China's CPI rebounds to 0.3% m/m in July, beats estimates
According to the latest data published by China’s the National Bureau of Statistics (NBS), the Chinese Consumer Price Index (MoM) (July) came in at +0.3% vs +0.2% exp and -0.1% last, while Consumer Price Index (YoY) (July) 2.1% vs 1.9% exp and 1.9% last.
Meanwhile, China’s Producer Price Index (YoY) (June) arrived at 4.6% vs 4.4% exp and 4.7% last.

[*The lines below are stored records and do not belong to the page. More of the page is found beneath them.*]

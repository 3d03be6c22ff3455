"""Tests for the burner component."""

import importlib
import numpy as np
import openmdao.api as om
import pytest
from openmdao.utils.assert_utils import assert_check_partials
from scipy.optimize import brentq

from bypassopt.components.cycle.burner_comp import BurnerComp
from bypassopt.components.gas.thermo import T_REF, CaloricallyPerfectGas, ThermallyPerfectGas
from bypassopt.components.validation import InputRangeError

RTOL_EXACT = 1e-12
# Field-reference 2.7 prints fuel-air ratios to 6 decimals: half a unit of the last digit.
ATOL_FIELD_REF_FAR = 5e-7
# Field-reference 4.3 prints f = 0.021473.
ATOL_FIELD_REF_IDEAL = 5e-7
# The gas module and Cantera share the NASA 7-coefficient data; they differ in the last digits of the air
# composition and of the molar masses (which set the product composition).
RTOL_CANTERA = 1e-6  # observed 2e-7
PARTIALS_TOL = 1e-10
SEED = 20250106
HC_RATIO = 1.92
LHV = 43.0e6
CP, GAMMA = 1004.0, 1.4
GASES = [ThermallyPerfectGas(hc_ratio=HC_RATIO), CaloricallyPerfectGas(cp=CP, gamma=GAMMA)]
GAS_IDS = ["thermally_perfect", "calorically_perfect"]


def _problem(nn=1, gas=None, include_fuel_mass=True):
    prob = om.Problem(reports=False)
    kwargs = {} if gas is None else {"gas": gas}
    comp = BurnerComp(num_nodes=nn, include_fuel_mass=include_fuel_mass, **kwargs)
    prob.model.add_subsystem("burner", comp, promotes=["*"])
    prob.setup(force_alloc_complex=True)
    return prob


def _cantera_far(T3, T4, lhv=LHV, eta=1.0, y=HC_RATIO):
    """Fuel-air ratio solved independently with Cantera 3 (nasa_gas.yaml, NASA TM-4513 data).

    Energy balance of field-reference 2.7, fuel supplied at 298.15 K where the LHV is defined, frozen
    complete lean combustion of C H_y: eta f LHV + [h_air(T3) - h_air(298.15)]
    = (1 + f) [h_prod(T4; f) - h_prod(298.15; f)], solved for f by bracketing.
    """
    ct = importlib.import_module("cantera")
    spc = {s.name: s for s in ct.Species.list_from_file("nasa_gas.yaml")}
    names = ("N2", "O2", "Ar", "CO2", "H2O")
    gas = ct.Solution(thermo="ideal-gas", species=[spc[n] for n in names])
    mw = dict(zip(names, gas.molecular_weights, strict=True))
    # Dry air, 1976 US / ISO 2533 composition reduced to four species (field-reference 2.3).
    x_air = {"N2": 0.780863, "O2": 0.209482, "Ar": 0.009340, "CO2": 0.000314, "H2O": 0.0}
    m_air = sum(x * mw[n] for n, x in x_air.items())
    kmol_air = {n: x / m_air for n, x in x_air.items()}  # kmol per kg of air
    m_fuel = mw["CO2"] - mw["O2"] + y / 2.0 * (mw["H2O"] - 0.5 * mw["O2"])  # = M_C + y M_H
    p = 101325.0

    def sensible_h(kmol, T):
        gas.TPX = T, p, kmol
        h_T = gas.enthalpy_mass
        gas.TPX = T_REF, p, kmol
        return h_T - gas.enthalpy_mass

    def residual(f):
        n_f = f / m_fuel
        prod = dict(kmol_air)
        prod["CO2"] += n_f
        prod["H2O"] += y / 2.0 * n_f
        prod["O2"] -= (1.0 + y / 4.0) * n_f
        return eta * f * lhv + sensible_h(kmol_air, T3) - (1.0 + f) * sensible_h(prod, T4)

    return brentq(residual, 1e-6, 0.06, xtol=1e-14, rtol=1e-14)


@pytest.mark.parametrize("T3, T4, far_ref", [(800.0, 1600.0, 0.023826), (900.0, 1800.0, 0.027785)])
def test_thermally_perfect_field_reference(T3, T4, far_ref):
    """Source: field-reference 2.7 (Cantera nasa_gas, computed there): LHV 43 MJ/kg, eta 1, y = 1.92."""
    prob = _problem(1, ThermallyPerfectGas(hc_ratio=HC_RATIO))
    prob.set_val("Tt3", T3, units="K")
    prob.set_val("Tt4", T4, units="K")
    prob.set_val("combustion_eff", 1.0)
    prob.set_val("fuel_LHV", LHV, units="J/kg")
    prob.run_model()
    np.testing.assert_allclose(prob.get_val("FAR4"), far_ref, rtol=0.0, atol=ATOL_FIELD_REF_FAR)


def test_thermally_perfect_matches_cantera():
    """Source: Cantera 3 with nasa_gas.yaml, energy balance solved independently in this test."""
    T3 = np.array([600.0, 750.0, 850.0, 950.0])
    T4 = np.array([1300.0, 1500.0, 1750.0, 2000.0])
    eta = np.array([1.0, 0.999, 0.995, 0.99])
    lhv = np.array([43.0e6, 42.8e6, 43.2e6, 43.0e6])
    prob = _problem(4, ThermallyPerfectGas(hc_ratio=HC_RATIO))
    prob.set_val("Tt3", T3)
    prob.set_val("Tt4", T4)
    prob.set_val("combustion_eff", eta)
    prob.set_val("fuel_LHV", lhv)
    prob.run_model()
    ref = [_cantera_far(a, b, lhv=c, eta=d) for a, b, c, d in zip(T3, T4, lhv, eta, strict=True)]
    np.testing.assert_allclose(prob.get_val("FAR4"), ref, rtol=RTOL_CANTERA)


def test_energy_balance_with_mixture_enthalpy():
    """Conservation: h_air(T3) + f eta LHV = (1 + f) h(T4, f) with the products' mixture enthalpy."""
    gas = ThermallyPerfectGas(hc_ratio=HC_RATIO)
    prob = _problem(3, gas)
    T3, T4, eta = np.array([700.0, 800.0, 900.0]), np.array([1400.0, 1700.0, 2100.0]), 0.998
    prob.set_val("Tt3", T3)
    prob.set_val("Tt4", T4)
    prob.set_val("combustion_eff", eta)
    prob.run_model()
    f = prob.get_val("FAR4")
    lhs = gas.properties(T3, 0.0).h + f * eta * LHV
    rhs = (1.0 + f) * gas.properties(T4, f).h
    np.testing.assert_allclose(lhs, rhs, rtol=RTOL_EXACT)


def test_calorically_perfect_with_fuel_mass():
    """Calorically perfect gas with fuel mass: closed form derived here.

    Constant cp, fuel supplied at T_REF where the LHV is defined, h = cp (T - T_REF):
    cp (T3 - T_REF) + f eta LHV = (1 + f) cp (T4 - T_REF)  =>  f = cp (T4 - T3) / (eta LHV - cp (T4 - T_REF)).
    This is the textbook constant-cp form f = (cp_t T4 - cp_c T3)/(eta LHV - cp_t T4) (field-reference 2.7)
    with cp_t = cp_c = cp, except that the textbook form refers the fuel enthalpy to 0 K instead of T_REF.
    """
    prob = _problem(3, CaloricallyPerfectGas(cp=CP, gamma=GAMMA))
    T3, T4 = np.array([600.0, 800.0, 900.0]), np.array([1400.0, 1600.0, 1800.0])
    eta = np.array([1.0, 0.999, 0.99])
    prob.set_val("Tt3", T3)
    prob.set_val("Tt4", T4)
    prob.set_val("combustion_eff", eta)
    prob.run_model()
    f = CP * (T4 - T3) / (eta * LHV - CP * (T4 - T_REF))
    np.testing.assert_allclose(prob.get_val("FAR4"), f, rtol=RTOL_EXACT)


def test_ideal_cycle_without_fuel_mass():
    """Ideal cycle, fuel mass neglected: field-reference 4.3 check value.

    Source: field-reference 4.3 (ideal turbofan, Mattingly-style closed form, computed there):
    T0 = 216.65 K, M0 = 0.8 (tau_r = 1.128), pi_c = 36, Tt4 = 1600 K, cp 1004, h_PR 43 MJ/kg -> f = 0.021473,
    f = cp T0 (tau_lambda - tau_r tau_c)/h_PR = cp (Tt4 - Tt3)/h_PR with the fuel mass neglected.
    """
    prob = _problem(1, CaloricallyPerfectGas(cp=CP, gamma=GAMMA), include_fuel_mass=False)
    Tt3 = 216.65 * 1.128 * 36.0 ** ((GAMMA - 1.0) / GAMMA)
    prob.set_val("Tt3", Tt3)
    prob.set_val("Tt4", 1600.0)
    prob.set_val("combustion_eff", 1.0)
    prob.run_model()
    np.testing.assert_allclose(prob.get_val("FAR4"), 0.021473, rtol=0.0, atol=ATOL_FIELD_REF_IDEAL)
    np.testing.assert_allclose(prob.get_val("FAR4"), CP * (1600.0 - Tt3) / LHV, rtol=RTOL_EXACT)


def test_pressure_loss():
    """Pt4 = Pt3 (1 - burner_pressure_loss) (definition of the burner loss); the default loss is 4 %."""
    prob = _problem(2)
    prob.set_val("Pt3", [2.0e6, 3.0e6])
    prob.set_val("burner_pressure_loss", [0.04, 0.05])
    prob.run_model()
    np.testing.assert_allclose(prob.get_val("Pt4"), [2.0e6 * 0.96, 3.0e6 * 0.95], rtol=RTOL_EXACT)


@pytest.mark.parametrize("gas", GASES, ids=GAS_IDS)
@pytest.mark.parametrize("include_fuel_mass", [True, False])
@pytest.mark.parametrize("nn", [4, 1])
def test_partials(nn, include_fuel_mass, gas):
    """Analytic partials match complex step for both gas models and both fuel-mass options."""
    rng = np.random.default_rng(SEED + nn)
    prob = _problem(nn, gas, include_fuel_mass)
    # Tt3 on both sides of the 1000 K split of the NASA polynomials (for nn = 4 with this seed).
    prob.set_val("Tt3", rng.uniform(600.0, 1100.0, nn))
    prob.set_val("Tt4", rng.uniform(1300.0, 2000.0, nn))
    prob.set_val("Pt3", rng.uniform(1.0e6, 5.0e6, nn))
    prob.set_val("burner_pressure_loss", rng.uniform(0.02, 0.06, nn))
    prob.set_val("combustion_eff", rng.uniform(0.98, 1.0, nn))
    prob.set_val("fuel_LHV", rng.uniform(42.0e6, 44.0e6, nn))
    prob.run_model()
    data = prob.check_partials(method="cs", out_stream=None)
    assert_check_partials(data, atol=PARTIALS_TOL, rtol=PARTIALS_TOL)


def test_t4_not_above_t3():
    """A burner exit temperature not above the compressor exit temperature is refused."""
    prob = _problem(2)
    prob.set_val("Tt3", [800.0, 1100.0])
    prob.set_val("Tt4", [1600.0, 1050.0])
    with pytest.raises(InputRangeError, match=r"Tt4 = 1050 K at node 1 is not above the compressor exit "
                                              r"temperature Tt3 = 1100 K"):
        prob.run_model()


def test_far_above_stoichiometric():
    """A fuel-air ratio above stoichiometric is refused with the cause named."""
    prob = _problem(1)
    prob.set_val("Tt3", 300.0)
    prob.set_val("Tt4", 2400.0)
    prob.set_val("combustion_eff", 0.8)
    with pytest.raises(om.AnalysisError, match=r"fuel-air ratio FAR4 = 0\.0[89]\d* is above stoichiometric "
                                               r"\(0\.0681\d*\)"):
        prob.run_model()


def test_heat_release_below_product_enthalpy():
    """A combustion efficiency so low that the fuel cannot heat its own products is refused."""
    prob = _problem(1)
    prob.set_val("Tt3", 800.0)
    prob.set_val("Tt4", 2000.0)
    prob.set_val("combustion_eff", 0.1)
    with pytest.raises(InputRangeError, match=r"combustion_eff\*fuel_LHV = 4\.3e\+06 J/kg is not above"):
        prob.run_model()


@pytest.mark.parametrize("name, value, pattern", [
    ("Tt4", 2500.0, r"Tt4 = 2500 K .*from 1000 up to 2400 K"),
    ("Tt4", 950.0, r"Tt4 = 950 K .*from 1000 up to 2400 K"),
    ("Tt4", np.nan, r"Tt4 = nan K .*from 1000 up to 2400 K"),
    ("Tt3", 150.0, r"Tt3 = 150 K .*from 200 up to 2400 K"),
    ("burner_pressure_loss", 0.3, r"burner_pressure_loss = 0\.3 .*from 0 up to 0\.2"),
    ("combustion_eff", 0.0, r"combustion_eff = 0 .*above 0 up to 1"),
    ("combustion_eff", 1.01, r"combustion_eff = 1\.01 .*above 0 up to 1"),
    ("fuel_LHV", 5.0e6, r"fuel_LHV = 5e\+06 J/kg .*from 1e\+07 up to 1\.5e\+08 J/kg"),
    ("Pt3", np.nan, r"Pt3 = nan Pa"),
])
def test_bad_inputs(name, value, pattern):
    """Inputs outside their range (or NaN) are refused with the variable and range named."""
    prob = _problem(1)
    prob.set_val(name, value)
    with pytest.raises(InputRangeError, match=pattern):
        prob.run_model()


def test_calorically_perfect_accepts_its_whole_range():
    """With a calorically perfect gas Tt4 may lie anywhere in the gas model's range (here 500 K)."""
    prob = _problem(1, CaloricallyPerfectGas(cp=CP, gamma=GAMMA))
    prob.set_val("Tt3", 300.0)
    prob.set_val("Tt4", 500.0)
    prob.run_model()
    assert 0.0 < prob.get_val("FAR4")[0] < 0.01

Analysts at Nomura had expected, “CPI inflation to edge down further in July as high-frequency data suggest food price deflation widened modestly in the month, more than offsetting the seasonal increase in non-food price inflation implied by historical patterns….PPI inflation to soften in July as high-frequency data suggest largely stable prices of overall industrial products, while favourable base effects subside in Q3.”
About China CPI
The Consumer Price Index is released by the National Bureau of Statistics of China. It is a measure of retail price variations within a representative basket of goods and services. The result is a comprehensive summary of the results extracted from the urban consumer price index and rural consumer price index. The purchase power of the CNY is dragged down by inflation. The CPI is a key indicator to measure inflation and changes in purchasing trends. A substantial consumer price index increase would indicate that inflation has become a destabilizing factor in the economy, potentially prompting The People’s Bank of China to tighten monetary policy and fiscal policy risk. Generally speaking, a high reading is seen as positive (or bullish) for the CNY, while a low reading is seen as negative (or Bearish) for the CNY.